## What the task asks
Lines in the material below that include "constrained" need to be tallied; give the total alone.
*** Opening of Excerpted records ***
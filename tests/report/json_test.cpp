#include "report/json.hpp"

#include <gtest/gtest.h>

#include <algorithm>
#include <limits>
#include <nlohmann/json.hpp>

#include "report/samples.hpp"
#include "report/text.hpp"

namespace stanchion {
namespace {

using Json = nlohmann::ordered_json;

Json document_of(const Outcome& outcome) {
  return Json::parse(to_json(outcome));
}

std::vector<std::string> keys_of(const Json& object) {
  std::vector<std::string> keys;
  for (const auto& [key, value] : object.items()) keys.push_back(key);
  return keys;
}

TEST(Json, KeysOfACheckInTheirOrder) {
  const std::vector<std::string> expected{"schema_version", "program",
                                          "command",        "arguments",
                                          "title",          "reference",
                                          "inputs",         "tables",
                                          "host",           "rows_analysed",
                                          "rows_struck",    "in_words",
                                          "verdict",        "verdict_for_all_roundings",
                                          "inertia",        "certificate",
                                          "constrained",    "witness",
                                          "risk",           "risk_allowed",
                                          "seed",           "warnings",
                                          "not_checked",    "work",
                                          "memory_bytes",   "timings_seconds"};
  EXPECT_EQ(keys_of(document_of(samples::definite())), expected);
  EXPECT_EQ(keys_of(document_of(samples::unresolved())), expected);
}

TEST(Json, TheWordsAreThoseThatOpenTheText) {
  for (const auto& [name, outcome] : samples::all()) {
    SCOPED_TRACE(name);
    const Json words = document_of(outcome)["in_words"];
    ASSERT_FALSE(words.empty());
    std::string text = to_text(outcome);  // wrapped: any white space counts as one blank
    std::replace(text.begin(), text.end(), '\n', ' ');
    EXPECT_NE(text.find(words[0].get<std::string>()), std::string::npos) << words[0];
  }
}

TEST(Json, ValuesOfACheck) {
  const Json document = document_of(samples::definite());
  EXPECT_EQ(document["schema_version"], 1);
  EXPECT_EQ(document["program"]["name"], "stanchion");
  EXPECT_EQ(document["verdict"], "positive_definite");
  EXPECT_EQ(document["inertia"], Json::parse(R"({"negative":0,"zero":0,"positive":29796,"undecided":0})"));
  EXPECT_EQ(document["certificate"]["level"], "proved");
  EXPECT_EQ(document["certificate"]["runs"][0]["offset"], 1e-11);
  EXPECT_TRUE(document["certificate"]["relative_bound"].is_null());
  EXPECT_TRUE(document["constrained"].is_null());
  EXPECT_EQ(document["inputs"]["stiffness"]["path"], "bridge/K.mtx");
  EXPECT_TRUE(document["inputs"]["mass"].is_null());
  EXPECT_EQ(document["inputs"]["added"].size(), 2U);
  EXPECT_EQ(document["inputs"]["added"][1]["factor"], -0.5);
  EXPECT_EQ(document["title"], "Lock footbridge, span 2");
}

TEST(Json, ConstraintsWithAndWithoutRank) {
  const Json known = document_of(samples::constrained())["constrained"];
  EXPECT_EQ(known["rank"], 40);
  EXPECT_EQ(known["inertia"]["positive"], 29715);
  EXPECT_TRUE(known["negative_range"].is_null());
  EXPECT_EQ(known["redundant_equations"], Json::parse("[29790]"));
  const Json range = document_of(samples::constrained_range())["constrained"];
  EXPECT_TRUE(range["rank"].is_null());
  EXPECT_TRUE(range["inertia"].is_null());
  EXPECT_EQ(range["negative_range"], Json::parse("[0,1]"));
  EXPECT_EQ(known["rank_level"], "statistical");
  EXPECT_EQ(known["rank_failure_probability"], 6e-7);
  EXPECT_EQ(range["rank_level"], "none");
  EXPECT_EQ(range["inertia_level"], "proved");
  EXPECT_TRUE(range["inertia_failure_probability"].is_null());
}

TEST(Json, AWitnessIsGivenWhole) {
  const Json document = document_of(samples::indefinite());
  EXPECT_EQ(document["witness"]["x"], Json::parse("[0.5,0.0,-0.25]"));
  EXPECT_EQ(document["witness"]["quadratic_form"], -3.5e-4);
  EXPECT_TRUE(document["witness"]["path"].is_null());
  Outcome in_a_file = samples::indefinite();
  in_a_file.check->witness->path = "x.csv";
  EXPECT_EQ(document_of(in_a_file)["witness"]["path"], "x.csv");
  EXPECT_TRUE(document_of(in_a_file)["witness"]["x"].is_null());
  EXPECT_EQ(document["risk"], 1e-6);
  EXPECT_EQ(document["risk_allowed"], 1e-5);
  EXPECT_TRUE(document_of(samples::definite())["witness"].is_null());
}

TEST(Json, CountsStayInTheOrderAsked) {
  const Json counts = document_of(samples::counted_in_part())["counts"];
  ASSERT_EQ(counts.size(), 3U);
  EXPECT_EQ(counts[0]["shift"], 1.5);
  EXPECT_EQ(counts[0]["below"], 0);
  EXPECT_EQ(counts[1]["shift"], -2.25);
  EXPECT_TRUE(counts[1]["below"].is_null());
  EXPECT_EQ(counts[1]["level"], "none");
  EXPECT_EQ(counts[1]["below_range"], Json::parse("[2,4]"));
  EXPECT_TRUE(counts[1]["holds_outside"].is_null());
  EXPECT_EQ(counts[2]["holds_outside"].size(), 2U);
}

TEST(Json, NumbersReadBackToTheSameBits) {
  for (const double number :
       {0.1, 1.0 / 3, 5e-324, 1.7976931348623157e308, -2.2250738585072014e-308, 123456789.0}) {
    Outcome outcome = samples::counted();
    outcome.count->counts[0].shift = number;
    EXPECT_EQ(document_of(outcome)["counts"][0]["shift"].get<double>(), number);
  }
  Outcome large = samples::forecast();
  large.forecast->factor_entries = (Offset{1} << 53) + 1;
  EXPECT_EQ(document_of(large)["forecast"]["factor_entries"].get<Offset>(), (Offset{1} << 53) + 1);
}

TEST(Json, NoNumberIsNotANumber) {
  Outcome outcome = samples::definite();
  outcome.check->certificate.error_bound = std::numeric_limits<double>::infinity();
  outcome.check->certificate.resolution = std::numeric_limits<double>::quiet_NaN();
  const std::string text = to_json(outcome);
  EXPECT_EQ(text.find("nan"), std::string::npos);
  EXPECT_EQ(text.find("inf"), std::string::npos);
  EXPECT_TRUE(Json::parse(text)["certificate"]["error_bound"].is_null());
  EXPECT_TRUE(Json::parse(text)["certificate"]["resolution"].is_null());
}

TEST(Json, PathsThatAreNoTextStillGiveADocument) {
  Outcome outcome = samples::definite();
  outcome.inputs[0].path = "K\xff\xfe.mtx";
  outcome.title = "line\nbreak \"and\" quotes";
  const Json document = document_of(outcome);
  EXPECT_EQ(document["title"], "line\nbreak \"and\" quotes");
  EXPECT_EQ(document["inputs"]["stiffness"]["path"].get<std::string>().substr(0, 1), "K");
}

TEST(Json, SameOutcomeSameBytes) {
  EXPECT_EQ(to_json(samples::counted()), to_json(samples::counted()));
}

}  // namespace
}  // namespace stanchion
*** Close of Excerpted records ***
## Output for this task
4